[Saved data entries]
// Where patches lie: from places and outlines in the units of the spec to kilometres on a plane, or degrees on WGS84.
import { geodesicAreaKm2, kmPerDegree, longitudeNear } from '../numeric/geodesic.ts';
import { centroidOf, ringArea } from '../numeric/plane/measure.ts';
import type { Outline, Point } from '../numeric/plane/point.ts';
import type { Patch } from './model.ts';

/** The place of a patch in the units of the spec. */
export interface Located {
  readonly at: Point | null;
  readonly outline: Outline | null;
}

/** What a patch knows of where it lies. */
export type Ground = Pick<Patch, 'at' | 'degrees' | 'outline' | 'degreesOutline'> & { readonly areaKm2: number | null };

export function onPlane({ at, outline }: Located, unitKm: number): Ground {
  const inKm = ([x, y]: Point): Point => [x * unitKm, y * unitKm];
  const outlineKm = outline === null ? null : mapOutline(outline, inKm);
  const centre = at === null ? (outlineKm === null ? null : centroidOf(outlineKm)) : inKm(at);
  return {
    at: centre,
    ...(outlineKm === null ? {} : { outline: outlineKm }),
    areaKm2: outlineKm === null ? null : areaOf(outlineKm, ringArea),
  };
}

/**
 * All patches at once, since they are drawn on one plane: kilometres east and north of the middle of them all, with the length
 * of a degree as it is there. Distances and areas never come from that plane but from the ellipsoid.
 */
export function onEllipsoid(all: readonly Located[]): readonly Ground[] {
  const reference = all.flatMap(({ at, outline }) => at ?? outline?.[0]?.[0]?.[0] ?? [])[0] ?? 0;
  const near = ([longitude, latitude]: Point): Point => [longitudeNear(longitude, reference), latitude];
  const unwrapped = all.map(({ at, outline }) => ({
    at: at === null ? null : near(at),
    outline: outline === null ? null : mapOutline(outline, near),
  }));
  const centres = unwrapped.map((one) => one.at ?? (one.outline === null ? null : centreOfDegrees(one.outline)));
  const toPlane = drawingPlane(centres.flatMap((centre) => (centre === null ? [] : [centre])));
  return unwrapped.map(({ outline }, i): Ground => {
    const degrees = centres[i] ?? null;
    return {
      at: degrees === null ? null : toPlane(degrees),
      ...(degrees === null ? {} : { degrees }),
      ...(outline === null ? {} : { outline: mapOutline(outline, toPlane), degreesOutline: outline }),
      areaKm2: outline === null ? null : areaOf(outline, geodesicAreaKm2),
    };
  });
}

/** Holes taken out; rounded to 1 m². */
function areaOf(outline: Outline, ofRing: (ring: Outline[number][number]) => number): number {
  let area = 0;
  for (const polygon of outline) polygon.forEach((ring, r) => (area += (r === 0 ? 1 : -1) * ofRing(ring)));
  return Math.round(area * 1e6) / 1e6;
}

/** Centre of area on a plane that touches the patch, to 1e-9 degrees (a tenth of a millimetre). */
function centreOfDegrees(outline: Outline): Point | null {
  const latitudes = outline.flat(2).map(([, latitude]) => latitude);
  const [kx, ky] = kmPerDegree(middle(latitudes));
  const [x0, y0] = outline[0]?.[0]?.[0] ?? [0, 0];
  const centre = centroidOf(mapOutline(outline, ([x, y]) => [(x - x0) * kx, (y - y0) * ky]));
  if (centre === null) return null;
  const round = (degrees: number): number => Math.round(degrees * 1e9) / 1e9;
  return [round(x0 + centre[0] / kx), round(y0 + centre[1] / ky)];
}

function drawingPlane(centres: readonly Point[]): (point: Point) => Point {
  const [x0, y0] = [middle(centres.map(([x]) => x)), middle(centres.map(([, y]) => y))];
  const [kx, ky] = kmPerDegree(y0);
  const round = (km: number): number => Math.round(km * 1e6) / 1e6;
  return ([x, y]) => [round((x - x0) * kx), round((y - y0) * ky)];
}

function middle(values: readonly number[]): number {
  let [least, most] = [Infinity, -Infinity];
  for (const value of values) {
    least = Math.min(least, value);
    most = Math.max(most, value);
  }
  return values.length === 0 ? 0 : (least + most) / 2;
}

function mapOutline(outline: Outline, change: (point: Point) => Point): Outline {
  return outline.map((polygon) => polygon.map((ring) => ring.map(change)));
}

* [Assignment]:
Looking at each line of the records, count the ones where the word "unwrapped" appears, and report only the count.

* [Written solution]:
3